Кормление чада
Мама кормит четырехлетнего сына.
- Ну же, Игореша, съешь еще ложечку каши. За маму. За папу. За бабушку. За дедушку. А теперь за дядю Олега. И еще ложечку за нашу тетю Валентину.
Игореша, с негодованием:
- А потом, что ли, я один за всех вас еще и покакать должен?
Чай
-…Может, пойдем ко мне, чаю попьем? – робко предложил он девушке.
Девушка, поломавшись для вида, согласилась.

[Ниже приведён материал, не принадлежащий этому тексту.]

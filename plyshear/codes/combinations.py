"""The design check of every load combination, and its governing lines.

Each combination is checked exactly as a single-load joint is
(:func:`plyshear.codes.check.check` on :meth:`Joint.for_combination`); the
combination is added at the result level, never inside the item builders. Per
item (limit state and place) the governing line is the combination with the
largest utilization; the verdict is over all combinations.
"""

from __future__ import annotations

import dataclasses
from dataclasses import dataclass
from typing import Any

import plyshear
from plyshear.codes.check import CheckItem, CheckResult
from plyshear.mechanics.combine import Combined

#: Utilizations within this relative difference are a tie (round-off of equal demands):
#: the first combination in the model's order keeps the line.
TIE = 1e-9


@dataclass(frozen=True)
class GoverningLine:
    """One item at the combination that governs it.

    Attributes:
        combination: The combination's name.
        item: The item of that combination's check.
    """

    combination: str
    item: CheckItem


@dataclass(frozen=True)
class CombinedCheck:
    """The checks of every combination.

    Attributes:
        results: Combination name → its check, in the model's order.
    """

    results: dict[str, CheckResult]

    @property
    def governing_combination(self) -> str:
        """The combination whose governing item has the largest utilization.

        A combination that is not verified (ill-conditioned) comes first.
        """

        def rank(name: str) -> tuple[bool, float]:
            res = self.results[name]
            gov = res.governing
            return (bool(res.unverified), gov.utilization if gov is not None else 0.0)

        return max(self.results, key=rank)

    @property
    def passes(self) -> bool:
        """True when every combination passes."""
        return all(r.passes for r in self.results.values())

    def lines(self) -> list[GoverningLine]:
        """The governing line of every item, largest utilization first.

        Items are matched by limit state and place (``what``, ``where``); ties go
        to the first combination in the model's order (within :data:`TIE`).
        """
        best: dict[tuple[str, str], GoverningLine] = {}
        for name, res in self.results.items():
            for item in res.items:
                key = (item.what, item.where)
                held = best.get(key)
                if held is None or item.utilization > held.item.utilization * (1 + TIE):
                    best[key] = GoverningLine(combination=name, item=item)
        return sorted(best.values(), key=lambda line: -line.item.utilization)

    def summary(self) -> CheckResult:
        """A result whose items are the governing lines; its verdict is over all combinations.

        Settings, notes and warnings are those of the governing combination's
        check, with the notes and warnings of the others added.
        """
        gov = self.results[self.governing_combination]
        unverified = next((r.unverified for r in self.results.values() if r.unverified), "")
        warnings = dict.fromkeys(w for r in self.results.values() for w in r.warnings)
        notes = dict.fromkeys(n for r in self.results.values() for n in r.notes)
        return dataclasses.replace(
            gov,
            items=tuple(line.item for line in self.lines()),
            unverified=unverified,
            warnings=tuple(warnings),
            notes=tuple(notes),
        )

    def to_dict(self) -> dict[str, Any]:
        """The ``check`` section: governing lines, each with its ``combination``."""
        lines = self.lines()
        summary = self.summary()
        data = summary.to_dict()
        for entry, line in zip(data["items"], lines, strict=True):
            entry["combination"] = line.combination
        if data.get("governing") is not None:
            data["governing"]["combination"] = self.governing_combination
        data["combination"] = self.governing_combination
        data["passes"] = self.passes and not summary.unverified
        return data


def check_combinations(
    combined: Combined,
    standard: str | None = None,
    method: str | None = None,
    only: str | None = None,
) -> CombinedCheck:
    """Check every combination of a solved joint (or only one).

    Args:
        combined: The cases and combinations, solved.
        standard: The standard (default: the model's).
        method: The AISC method (default: the model's).
        only: Check this combination alone.

    Returns:
        The :class:`CombinedCheck`.

    Raises:
        ValueError: As :func:`plyshear.codes.check.check` (a level the method does
            not take), or for an unknown combination.
        KeyError: For an unknown combination name.
    """
    names = [only] if only is not None else list(combined.combinations)
    results = {}
    for name in names:
        sol = combined.combinations[name]
        # the public API: its signature is stable across the codes/ restructuring
        results[name] = plyshear.check(sol.joint, sol, standard, method)
    return CombinedCheck(results=results)
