"""The factor from a nominal capacity to a design value, per standard and method.

The capacity analyses give nominal strengths; set against the model's loads
(factored for LRFD and EN, service for ASD) they need the standard's factor.
"""

from __future__ import annotations

from plyshear.codes.aisc360_check import OMEGA_BOLT, PHI_BOLT

#: EN 1993-1-8:2005 Table 2.1: partial factor for bolts, pins and plates in bearing
#: (the recommended value; a National Annex may change it).
GAMMA_M2 = 1.25


def design_factor(standard: str, method: str) -> tuple[float, str]:
    """Return the factor on a nominal capacity and how it reads in a report.

    Args:
        standard: "aisc360-22" or "en1993-1-8".
        method: "lrfd" or "asd" (AISC only).

    Returns:
        (factor, label), e.g. (0.75, "phi = 0.75").
    """
    if standard == "en1993-1-8":
        return 1.0 / GAMMA_M2, f"1/gamma_M2 = 1/{GAMMA_M2:.2f}, EN 1993-1-8 Table 2.1"
    if method == "asd":
        return 1.0 / OMEGA_BOLT, f"1/Omega = 1/{OMEGA_BOLT:.2f}, AISC 360-22 J3.6 and J3.10"
    return PHI_BOLT, f"phi = {PHI_BOLT:.2f}, AISC 360-22 J3.6 and J3.10"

И когда он хотел уже было поставить кипятиться третий чайник, она надела ему его на голову и ушла, пинком распахнув дверь.
Бедный Жорик
Вчера во дворе доме номер сто десять по улице Строительной групповому избиению подвергся студент-третьекурсник Жора Носачев. Сначала его били столяр Алексей Петров, временно безработный Юрий Садчиков и мелкий предприниматель Арчил Муставели. И уже в завершение экзекуции к ним присоединился запыхавшийся пенсионер Григорий Иванович Перепелкин. Бедный Жорик, застигнутый вышеозначенными гражданами во время написания им большими буквами на тротуаре слов «Я тебя люблю, Света!», как-то не подумал, что такое же имя в этом доме может носить не только его девушка...
Подарок теще
- Завтра у тещи день рождения, не знаю, что и делать.
- А что такое?
- Да мы с ней в ссоре, уже лет пять. И что я ей ни подарю, она все выкидывает.
- А ты подари ей бумеранг.
Серёга
- Где ж ты ходишь, Серёга? Мы уже хотели без тебя начинать…
- Да подзадержался малость, вы уж извините, мужики. Ну, наливайте!
- Стоп! А что это у тебя под глазом? Фингал, что ли? И воротник вон порван. Что случилось?
- Да ерунда, мужики! Тут, когда уже подходил к дому, трое хотели меня ограбить.
- Так что ж мы сидим! Их трое, и нас трое! А ну пошли, догоним, они не должны были далеко уйти. Ты их узнаешь, Серёга?
- Я? Да их теперь не то что я, их теперь их и мамы родные не узнают. Ну, по второй, что ли?..
Рецензия
Был у меня один знакомый журналист. А какой журналист не мечтает стать писателем? Вот и мой знакомый что-то начал пописывать, но как-то неудачно – не печатали его рассказы, и все тут. Даже в той районной газете, где мы вместе начинали работать.
Однажды он приходит на работу чернее тучи и с первыми проблесками седины в тогда еще буйной темно-русой шевелюре.
- Что с тобой? – спрашиваю я его.
- А то, - скорбно говорит он. – Доча загубила мой месячный труд.
Оказывается, приятель написал целую повесть. Три дня переписывал ее начисто. Закончил под утро в воскресенье. Черновик выбросил в помойное ведро, а чистовик (страниц пятьдесят убористого текста) оставил на рабочем столе и свалился спать.
Родители еще дрыхли (выходной же!), когда их полуторагодовалая дочь выбралась из своей кроватки и голышом отправилась путешествовать по их двухкомнатной малогабаритке.
… От отчаянного вопля папаши вздрогнул весь шестнадцатиквартирный дом. Оказывается, дочурка начинающего писателя взобралась на стул, скинула со стола на пол аккуратно исписанные листки с повестью, а потом добавила туда своей «писанины», мало того - сделала еще и «ка-ка».
Ну, что сказать? В общем, после той убийственной «рецензии» приятель навсегда оставил свои писательские потуги. Зато со временем стал хорошим журналистом.